Stored data entries
BEGIN
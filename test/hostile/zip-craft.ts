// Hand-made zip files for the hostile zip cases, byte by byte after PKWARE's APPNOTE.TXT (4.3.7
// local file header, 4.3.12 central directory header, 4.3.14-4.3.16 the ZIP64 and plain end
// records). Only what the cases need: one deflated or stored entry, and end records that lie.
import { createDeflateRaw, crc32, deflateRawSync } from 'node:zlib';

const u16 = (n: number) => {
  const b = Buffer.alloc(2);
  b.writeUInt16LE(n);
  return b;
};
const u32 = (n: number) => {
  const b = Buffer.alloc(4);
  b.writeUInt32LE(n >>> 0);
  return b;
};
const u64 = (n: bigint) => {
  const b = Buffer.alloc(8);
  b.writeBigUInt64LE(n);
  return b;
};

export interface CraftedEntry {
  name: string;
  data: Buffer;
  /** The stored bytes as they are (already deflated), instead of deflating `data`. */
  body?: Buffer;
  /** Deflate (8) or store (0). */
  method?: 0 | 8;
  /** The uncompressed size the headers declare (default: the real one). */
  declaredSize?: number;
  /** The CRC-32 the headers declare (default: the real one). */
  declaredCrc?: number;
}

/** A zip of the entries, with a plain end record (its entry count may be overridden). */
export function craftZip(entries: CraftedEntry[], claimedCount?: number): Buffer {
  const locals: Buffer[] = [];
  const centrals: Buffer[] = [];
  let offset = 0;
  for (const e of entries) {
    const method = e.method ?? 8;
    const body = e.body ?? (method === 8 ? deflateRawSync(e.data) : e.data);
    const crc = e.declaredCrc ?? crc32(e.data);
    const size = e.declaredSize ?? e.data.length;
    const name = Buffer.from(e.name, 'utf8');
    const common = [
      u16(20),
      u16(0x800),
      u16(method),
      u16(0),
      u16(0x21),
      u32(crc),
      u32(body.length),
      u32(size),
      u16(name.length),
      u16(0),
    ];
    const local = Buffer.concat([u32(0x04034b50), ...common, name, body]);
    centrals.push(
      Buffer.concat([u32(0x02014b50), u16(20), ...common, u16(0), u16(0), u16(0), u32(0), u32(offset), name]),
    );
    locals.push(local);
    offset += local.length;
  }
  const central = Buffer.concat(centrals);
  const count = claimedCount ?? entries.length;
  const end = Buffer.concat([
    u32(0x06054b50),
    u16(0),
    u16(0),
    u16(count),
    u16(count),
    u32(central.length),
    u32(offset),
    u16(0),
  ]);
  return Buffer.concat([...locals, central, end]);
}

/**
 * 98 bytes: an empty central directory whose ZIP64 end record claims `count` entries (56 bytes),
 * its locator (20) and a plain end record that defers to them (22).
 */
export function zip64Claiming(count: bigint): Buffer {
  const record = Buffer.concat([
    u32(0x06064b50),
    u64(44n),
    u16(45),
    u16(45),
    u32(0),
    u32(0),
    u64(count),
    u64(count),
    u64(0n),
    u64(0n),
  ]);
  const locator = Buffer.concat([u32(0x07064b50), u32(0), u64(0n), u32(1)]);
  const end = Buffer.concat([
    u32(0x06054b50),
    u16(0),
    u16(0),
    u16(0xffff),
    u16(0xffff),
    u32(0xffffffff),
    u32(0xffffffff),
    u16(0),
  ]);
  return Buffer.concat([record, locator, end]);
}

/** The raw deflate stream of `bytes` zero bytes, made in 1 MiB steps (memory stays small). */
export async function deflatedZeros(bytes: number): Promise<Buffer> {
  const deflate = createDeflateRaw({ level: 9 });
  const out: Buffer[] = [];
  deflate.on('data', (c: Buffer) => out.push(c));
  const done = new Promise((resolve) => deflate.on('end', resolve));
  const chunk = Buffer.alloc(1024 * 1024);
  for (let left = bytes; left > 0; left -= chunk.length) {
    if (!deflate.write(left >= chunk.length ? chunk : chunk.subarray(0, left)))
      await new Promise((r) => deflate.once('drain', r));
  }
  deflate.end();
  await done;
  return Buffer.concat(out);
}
END
BEGIN
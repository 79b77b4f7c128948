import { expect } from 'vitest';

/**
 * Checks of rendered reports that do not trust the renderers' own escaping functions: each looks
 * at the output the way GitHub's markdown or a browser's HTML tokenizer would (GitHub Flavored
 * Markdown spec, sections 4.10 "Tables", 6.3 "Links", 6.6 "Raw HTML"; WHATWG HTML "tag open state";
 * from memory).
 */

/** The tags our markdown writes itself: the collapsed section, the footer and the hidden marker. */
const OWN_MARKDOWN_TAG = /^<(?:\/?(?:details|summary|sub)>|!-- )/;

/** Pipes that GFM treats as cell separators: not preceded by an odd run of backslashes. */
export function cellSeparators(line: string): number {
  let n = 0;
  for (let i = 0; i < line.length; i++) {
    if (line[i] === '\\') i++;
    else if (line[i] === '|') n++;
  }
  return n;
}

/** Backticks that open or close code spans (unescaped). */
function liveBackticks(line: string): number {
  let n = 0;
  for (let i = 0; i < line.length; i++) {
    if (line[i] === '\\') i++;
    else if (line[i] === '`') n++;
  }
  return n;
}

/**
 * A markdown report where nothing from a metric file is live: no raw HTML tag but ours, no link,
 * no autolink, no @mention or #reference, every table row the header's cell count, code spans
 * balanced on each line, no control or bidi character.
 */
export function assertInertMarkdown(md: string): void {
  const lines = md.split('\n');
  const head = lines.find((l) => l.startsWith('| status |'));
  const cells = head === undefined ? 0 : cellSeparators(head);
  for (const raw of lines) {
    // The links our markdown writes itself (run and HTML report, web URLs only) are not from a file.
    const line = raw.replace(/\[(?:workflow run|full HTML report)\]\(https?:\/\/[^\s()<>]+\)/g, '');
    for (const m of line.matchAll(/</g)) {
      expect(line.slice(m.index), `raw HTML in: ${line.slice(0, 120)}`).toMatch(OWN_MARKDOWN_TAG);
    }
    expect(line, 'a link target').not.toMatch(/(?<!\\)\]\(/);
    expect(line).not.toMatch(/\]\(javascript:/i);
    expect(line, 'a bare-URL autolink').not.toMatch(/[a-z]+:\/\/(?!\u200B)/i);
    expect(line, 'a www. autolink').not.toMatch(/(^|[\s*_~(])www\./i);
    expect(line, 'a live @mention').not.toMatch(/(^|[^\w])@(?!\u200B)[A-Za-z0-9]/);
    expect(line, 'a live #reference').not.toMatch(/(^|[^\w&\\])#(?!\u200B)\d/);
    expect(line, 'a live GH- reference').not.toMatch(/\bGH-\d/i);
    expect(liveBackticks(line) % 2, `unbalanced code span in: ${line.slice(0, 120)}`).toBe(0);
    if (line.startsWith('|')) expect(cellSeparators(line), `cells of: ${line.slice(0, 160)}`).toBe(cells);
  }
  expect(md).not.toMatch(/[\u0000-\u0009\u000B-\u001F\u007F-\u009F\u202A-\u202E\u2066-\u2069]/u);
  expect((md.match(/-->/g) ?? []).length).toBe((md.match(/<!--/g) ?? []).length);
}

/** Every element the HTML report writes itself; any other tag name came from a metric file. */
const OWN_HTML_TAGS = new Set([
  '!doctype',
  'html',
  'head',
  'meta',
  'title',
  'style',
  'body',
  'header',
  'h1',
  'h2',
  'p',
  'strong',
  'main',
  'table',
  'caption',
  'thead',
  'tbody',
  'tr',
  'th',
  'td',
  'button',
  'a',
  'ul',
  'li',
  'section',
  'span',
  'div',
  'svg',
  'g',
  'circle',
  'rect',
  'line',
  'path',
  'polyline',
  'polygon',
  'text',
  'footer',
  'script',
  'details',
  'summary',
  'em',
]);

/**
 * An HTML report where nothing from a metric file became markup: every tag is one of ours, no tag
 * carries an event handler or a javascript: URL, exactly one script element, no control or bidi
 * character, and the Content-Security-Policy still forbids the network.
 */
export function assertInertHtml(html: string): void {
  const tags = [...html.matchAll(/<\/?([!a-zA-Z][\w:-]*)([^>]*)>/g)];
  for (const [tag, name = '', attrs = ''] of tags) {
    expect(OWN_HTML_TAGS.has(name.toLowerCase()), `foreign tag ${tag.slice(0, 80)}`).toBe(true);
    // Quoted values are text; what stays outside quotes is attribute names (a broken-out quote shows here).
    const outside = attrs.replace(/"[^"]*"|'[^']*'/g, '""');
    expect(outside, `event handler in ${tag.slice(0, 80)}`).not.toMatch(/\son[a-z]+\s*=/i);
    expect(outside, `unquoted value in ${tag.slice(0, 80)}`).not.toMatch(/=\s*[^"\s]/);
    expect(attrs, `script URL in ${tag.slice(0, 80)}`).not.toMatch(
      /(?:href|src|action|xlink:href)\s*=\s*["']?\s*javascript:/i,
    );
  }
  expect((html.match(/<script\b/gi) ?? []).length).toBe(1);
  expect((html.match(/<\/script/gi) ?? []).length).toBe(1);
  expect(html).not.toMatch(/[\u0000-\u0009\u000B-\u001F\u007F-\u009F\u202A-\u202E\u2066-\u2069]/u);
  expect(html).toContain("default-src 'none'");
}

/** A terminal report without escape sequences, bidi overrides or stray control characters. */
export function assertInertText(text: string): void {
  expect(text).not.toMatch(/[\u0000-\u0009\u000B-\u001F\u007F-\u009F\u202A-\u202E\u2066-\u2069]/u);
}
END
## Brief
Where in the entries does the word "offset" occur? Copy out each line that has it.

## Exercise output
  let offset = 0;
      Buffer.concat([u32(0x02014b50), u16(20), ...common, u16(0), u16(0), u16(0), u32(0), u32(offset), name]),
    offset += local.length;
    u32(offset),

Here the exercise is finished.